++++ ENTRIES PROVIDED

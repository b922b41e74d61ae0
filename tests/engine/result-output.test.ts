/**
 * The output side of a result: reading values by id (lib/engine/access.ts), the JSON a run stores and the CLI
 * prints (resultToJson), and the canonical text that is hashed (canonicalJson). Mistakes here would pass
 * every mechanics test and still put a wrong or unreproducible number on a calc sheet.
 */
import { describe, expect, it } from "vitest";
import {
  analyze,
  canonicalJson,
  memberEndForces,
  nodeDisplacement,
  nodeReaction,
  resultFor,
  resultToJson,
  type ModelInput,
} from "@/lib/engine";
import { analyzeOrThrow, slenderChain } from "./helpers";

/** A 4 m cantilever, fixed at a; case D pulls its tip down by 10 kN, case Z loads nothing. */
function cantilever(): ModelInput {
  return {
    nodes: [
      { id: "a", x: 0, y: 0, support: { ux: "fixed", uy: "fixed", rz: "fixed" } },
      { id: "b", x: 4, y: 0 },
    ],
    members: [{ id: "m", start: "a", end: "b", E: 200e9, A: 5e-3, I: 8e-5 }],
    loadCases: [
      { id: "D", loads: [{ kind: "nodal", node: "b", fy: -10e3 }] },
      { id: "Z", loads: [] },
    ],
  };
}

describe("reading a result by id", () => {
  // Analysed inside each test (not in the describe body), so mutation testing's per-test coverage sees which
  // test reaches which line of the engine.
  const result = () => analyzeOrThrow(cantilever());

  it("reads reactions, displacements and end forces of the ids asked for", () => {
    const r = result();
    // Cantilever, tip load: R = P, M = PL; tip deflection PL³/3EI (AWC Design Aid No. 6, 2005, Fig. 13).
    expect(nodeReaction(r, "a", "D")).toEqual({ fx: 0, fy: expect.closeTo(10e3, 6), mz: expect.closeTo(40e3, 6) });
    expect(nodeDisplacement(r, "b", "D").uy).toBeCloseTo((-10e3 * 4 ** 3) / (3 * 200e9 * 8e-5), 12);
    expect(memberEndForces(r, "m", "D").start.mz).toBeCloseTo(40e3, 6);
  });

  it("an unknown id is a programming error that says what was not found", () => {
    const r = result();
    expect(() => resultFor(r, "W")).toThrow('resultFor: no load case or combination "W"');
    expect(() => nodeDisplacement(r, "c", "D")).toThrow('no node "c"');
    expect(() => nodeReaction(r, "c", "D")).toThrow('no node "c"');
    expect(() => memberEndForces(r, "n", "D")).toThrow('no member "n"');
  });
});

describe("the result as JSON", () => {
  it("reports the reactions of a support in every case, including a case where they are all zero", () => {
    const json = resultToJson(analyzeOrThrow(cantilever())) as { loadCases: Record<string, { reactions: object }> };
    expect(Object.keys(json.loadCases.D.reactions)).toEqual(["a"]);
    expect(json.loadCases.Z.reactions).toEqual({ a: { fx: 0, fy: 0, mz: 0 } });
  });

  it("carries sampled diagrams under `diagrams` when points are asked for, extremes only otherwise", () => {
    const result = analyzeOrThrow(cantilever());
    const sampled = resultToJson(result, { points: 3 }) as { loadCases: { D: Record<string, unknown> } };
    const plain = resultToJson(result) as { loadCases: { D: Record<string, unknown> } };
    expect(sampled.loadCases.D).toHaveProperty("diagrams.m.samples");
    expect(sampled.loadCases.D).not.toHaveProperty("diagramExtremes");
    expect(plain.loadCases.D).toHaveProperty("diagramExtremes.m");
    expect(plain.loadCases.D).not.toHaveProperty("diagrams");
  });

  it("leaves the diagram extremes out of every case and envelope when asked (extremes: false), and nothing else", () => {
    const result = analyzeOrThrow({
      ...cantilever(),
      combinations: [{ id: "U", factors: { D: 1.35 } }],
      envelopes: [{ id: "E", of: ["D", "U"] }],
    });
    const full = resultToJson(result) as Record<string, Record<string, Record<string, Record<string, unknown>>>>;
    const narrow = resultToJson(result, { extremes: false }) as typeof full;
    for (const [group, id] of [
      ["loadCases", "D"],
      ["combinations", "U"],
      ["envelopes", "E"],
    ]) {
      expect(full[group][id]).toHaveProperty("diagramExtremes.m");
      expect(narrow[group][id]).not.toHaveProperty("diagramExtremes");
      const { diagramExtremes: _extremes, ...rest } = full[group][id];
      expect(narrow[group][id]).toEqual(rest);
    }
    // Sampled diagrams are asked for explicitly, so points win over extremes: false.
    expect(resultToJson(result, { points: 3, extremes: false })).toHaveProperty("loadCases.D.diagrams.m.samples");
  });

  it("carries the analysis warnings", () => {
    const out = analyze(slenderChain(1e3));
    if (!out.ok) throw new Error("the model should analyse");
    expect(out.result.warnings).toHaveLength(1);
    expect((resultToJson(out.result) as { warnings: unknown }).warnings).toEqual(out.result.warnings);
  });
});

describe("canonical JSON", () => {
  it("sorts keys whatever order they were written in", () => {
    expect(canonicalJson({ e: 5, d: 4, c: 3, b: 2, a: 1 })).toBe('{"a":1,"b":2,"c":3,"d":4,"e":5}');
    expect(canonicalJson({ b: 1, a: 2, B: 3, A: 4, ä: 5 })).toBe('{"A":4,"B":3,"a":2,"b":1,"ä":5}');
  });

  it("leaves out keys whose value is undefined and writes undefined in an array as null, as JSON.stringify does", () => {
    const value = { a: undefined, b: [1, undefined, 3] };
    expect(canonicalJson(value)).toBe('{"b":[1,null,3]}');
    expect(canonicalJson(value)).toBe(JSON.stringify(value));
  });

  it("refuses a value with no JSON form instead of writing it", () => {
    expect(() => canonicalJson(undefined)).toThrow("canonicalJson: undefined has no JSON form");
    expect(() => canonicalJson(() => 1)).toThrow("canonicalJson: function has no JSON form");
  });
});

++++++++

*TASK TO CARRY OUT:* An unaltered copy of the listing above must form the answer.

*RESPONSE TO THE EXERCISE:*
repository b922b41e74d61ae0
filename tests/engine/result-output.test.ts
/**
 * The output side of a result: reading values by id (lib/engine/access.ts), the JSON a run stores and the CLI
 * prints (resultToJson), and the canonical text that is hashed (canonicalJson). Mistakes here would pass
 * every mechanics test and still put a wrong or unreproducible number on a calc sheet.
 */
import { describe, expect, it } from "vitest";
import {
  analyze,
  canonicalJson,
  memberEndForces,
  nodeDisplacement,
  nodeReaction,
  resultFor,
  resultToJson,
  type ModelInput,
} from "@/lib/engine";
import { analyzeOrThrow, slenderChain } from "./helpers";

/** A 4 m cantilever, fixed at a; case D pulls its tip down by 10 kN, case Z loads nothing. */
function cantilever(): ModelInput {
  return {
    nodes: [
      { id: "a", x: 0, y: 0, support: { ux: "fixed", uy: "fixed", rz: "fixed" } },
      { id: "b", x: 4, y: 0 },
    ],
    members: [{ id: "m", start: "a", end: "b", E: 200e9, A: 5e-3, I: 8e-5 }],
    loadCases: [
      { id: "D", loads: [{ kind: "nodal", node: "b", fy: -10e3 }] },
      { id: "Z", loads: [] },
    ],
  };
}

describe("reading a result by id", () => {
  // Analysed inside each test (not in the describe body), so mutation testing's per-test coverage sees which
  // test reaches which line of the engine.
  const result = () => analyzeOrThrow(cantilever());

  it("reads reactions, displacements and end forces of the ids asked for", () => {
    const r = result();
    // Cantilever, tip load: R = P, M = PL; tip deflection PL³/3EI (AWC Design Aid No. 6, 2005, Fig. 13).
    expect(nodeReaction(r, "a", "D")).toEqual({ fx: 0, fy: expect.closeTo(10e3, 6), mz: expect.closeTo(40e3, 6) });
    expect(nodeDisplacement(r, "b", "D").uy).toBeCloseTo((-10e3 * 4 ** 3) / (3 * 200e9 * 8e-5), 12);
    expect(memberEndForces(r, "m", "D").start.mz).toBeCloseTo(40e3, 6);
  });

  it("an unknown id is a programming error that says what was not found", () => {
    const r = result();
    expect(() => resultFor(r, "W")).toThrow('resultFor: no load case or combination "W"');
    expect(() => nodeDisplacement(r, "c", "D")).toThrow('no node "c"');
    expect(() => nodeReaction(r, "c", "D")).toThrow('no node "c"');
    expect(() => memberEndForces(r, "n", "D")).toThrow('no member "n"');
  });
});

describe("the result as JSON", () => {
  it("reports the reactions of a support in every case, including a case where they are all zero", () => {
    const json = resultToJson(analyzeOrThrow(cantilever())) as { loadCases: Record<string, { reactions: object }> };
    expect(Object.keys(json.loadCases.D.reactions)).toEqual(["a"]);
    expect(json.loadCases.Z.reactions).toEqual({ a: { fx: 0, fy: 0, mz: 0 } });
  });

  it("carries sampled diagrams under `diagrams` when points are asked for, extremes only otherwise", () => {
    const result = analyzeOrThrow(cantilever());
    const sampled = resultToJson(result, { points: 3 }) as { loadCases: { D: Record<string, unknown> } };
    const plain = resultToJson(result) as { loadCases: { D: Record<string, unknown> } };
    expect(sampled.loadCases.D).toHaveProperty("diagrams.m.samples");
    expect(sampled.loadCases.D).not.toHaveProperty("diagramExtremes");
    expect(plain.loadCases.D).toHaveProperty("diagramExtremes.m");
    expect(plain.loadCases.D).not.toHaveProperty("diagrams");
  });

  it("leaves the diagram extremes out of every case and envelope when asked (extremes: false), and nothing else", () => {
    const result = analyzeOrThrow({
      ...cantilever(),
      combinations: [{ id: "U", factors: { D: 1.35 } }],
      envelopes: [{ id: "E", of: ["D", "U"] }],
    });
    const full = resultToJson(result) as Record<string, Record<string, Record<string, Record<string, unknown>>>>;
    const narrow = resultToJson(result, { extremes: false }) as typeof full;
    for (const [group, id] of [
      ["loadCases", "D"],
      ["combinations", "U"],
      ["envelopes", "E"],
    ]) {
      expect(full[group][id]).toHaveProperty("diagramExtremes.m");
      expect(narrow[group][id]).not.toHaveProperty("diagramExtremes");
      const { diagramExtremes: _extremes, ...rest } = full[group][id];
      expect(narrow[group][id]).toEqual(rest);
    }
    // Sampled diagrams are asked for explicitly, so points win over extremes: false.
    expect(resultToJson(result, { points: 3, extremes: false })).toHaveProperty("loadCases.D.diagrams.m.samples");
  });

  it("carries the analysis warnings", () => {
    const out = analyze(slenderChain(1e3));
    if (!out.ok) throw new Error("the model should analyse");
    expect(out.result.warnings).toHaveLength(1);
    expect((resultToJson(out.result) as { warnings: unknown }).warnings).toEqual(out.result.warnings);
  });
});

describe("canonical JSON", () => {
  it("sorts keys whatever order they were written in", () => {
    expect(canonicalJson({ e: 5, d: 4, c: 3, b: 2, a: 1 })).toBe('{"a":1,"b":2,"c":3,"d":4,"e":5}');
    expect(canonicalJson({ b: 1, a: 2, B: 3, A: 4, ä: 5 })).toBe('{"A":4,"B":3,"a":2,"b":1,"ä":5}');
  });

  it("leaves out keys whose value is undefined and writes undefined in an array as null, as JSON.stringify does", () => {
    const value = { a: undefined, b: [1, undefined, 3] };
    expect(canonicalJson(value)).toBe('{"b":[1,null,3]}');
    expect(canonicalJson(value)).toBe(JSON.stringify(value));
  });

  it("refuses a value with no JSON form instead of writing it", () => {
    expect(() => canonicalJson(undefined)).toThrow("canonicalJson: undefined has no JSON form");
    expect(() => canonicalJson(() => 1)).toThrow("canonicalJson: function has no JSON form");
  });
});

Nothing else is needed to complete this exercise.